Sunday, January 24, 2010

Mountain snow

From TMC
Looking out from a hill behind TMC, taken yesterday (Sat). Also notice the towers at Six Flags.

From TMC

Hotchkiss is a green dorm

From TMC

Actually, it's brown on top. But there's green all around it. Solar panels are cool too. It's shaped like an 'H'.

Monday, January 18, 2010

Rain!

We measure rain by the wetness of the Dog. Gramma Doris measured half an inch overnight. There must have been more than that during the day. Stay tuned.

Monday, January 11, 2010

Refer Madness

Most of Sunday was spent with the refrigerator. It was collecting ice in the back corner of the freezer box, I thought it would be a good idea to manually de-frost the thing. It took a long, long time to de-frost that glacial pile of ice--clearly there was plenty of ice behind the back wall too. Vacuumed all the coils, the back, that fans, the motor.

Then thinking I was done, I plugged it back in and turned up the dial on the thermostat. Nothing happened. Nothing. Except the light came on. No sound. No humming. No cooling.

Oh well. My Placervillian sister had just told me recently that one can live without a dishwasher [and we have for some months] but you can't live without a refrigerator. --I don't know, maybe I can learn how to salt meat for long term storage.

After some time of looking for tips on how to fix a refrigerator on online do-it-yourself sites. It happened. With the freezer door still open. It started. A noise. Strangely loud. Familiar yet strange. Cindi called out with "what's that noise?" I had no idea. I came running. It was the sound of the refrigerator, amplified by the empty freezer box, with the door wide open. It had come to life. Ready to cool its inner-world.

We are still waiting to see if the ice maker starts to work again. But the water in the ice trays is already solid. Yay!

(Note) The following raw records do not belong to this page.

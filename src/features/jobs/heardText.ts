const dayMs = 86_400_000
const startOfDay = (at: Date) => new Date(at.getFullYear(), at.getMonth(), at.getDate()).getTime()

/** Whole days between two moments by the calendar of whoever looks: 0 is today. */
export const daysSince = (at: Date, now: Date): number => Math.round((startOfDay(now) - startOfDay(at)) / dayMs)

/** When something was last heard, as it is said: "10:42 AM today", "4:10 PM yesterday", "May 15", "May 15, 2025". */
export function heardText(at: Date, now: Date): string {
  const days = daysSince(at, now)
  const time = at.toLocaleTimeString('en-US', { hour: 'numeric', minute: '2-digit' })
  if (days <= 0) return `${time} today`
  if (days === 1) return `${time} yesterday`
  const year = at.getFullYear() === now.getFullYear() ? {} : { year: 'numeric' as const }
  return at.toLocaleDateString('en-US', { month: 'short', day: 'numeric', ...year })
}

Wednesday, January 06, 2010

My New Favorite Poem

Forgetfulness - Billy Collins

The name of the author is the first to go
followed obediently by the title, the plot,
the heartbreaking conclusion, the entire novel
which suddenly becomes one you have never read,
never even heard of,

as if, one by one, the memories you used to harbor
decided to retire to the southern hemisphere of the brain,
to a little fishing village where there are no phones.

Long ago you kissed the names of the nine Muses goodbye
and watched the quadratic equation pack its bag,
and even now as you memorize the order of the planets,

something else is slipping away, a state flower perhaps,
the address of an uncle, the capital of Paraguay.

Whatever it is you are struggling to remember,
it is not poised on the tip of your tongue,
not even lurking in some obscure corner of your spleen.

It has floated away down a dark mythological river
whose name begins with an L as far as you can recall,
well on your own way to oblivion where you will join those
who have even forgotten how to swim and how to ride a bicycle.

No wonder you rise in the middle of the night
to look up the date of a famous battle in a book on war.
No wonder the moon in the window seems to have drifted
out of a love poem that you used to know by heart.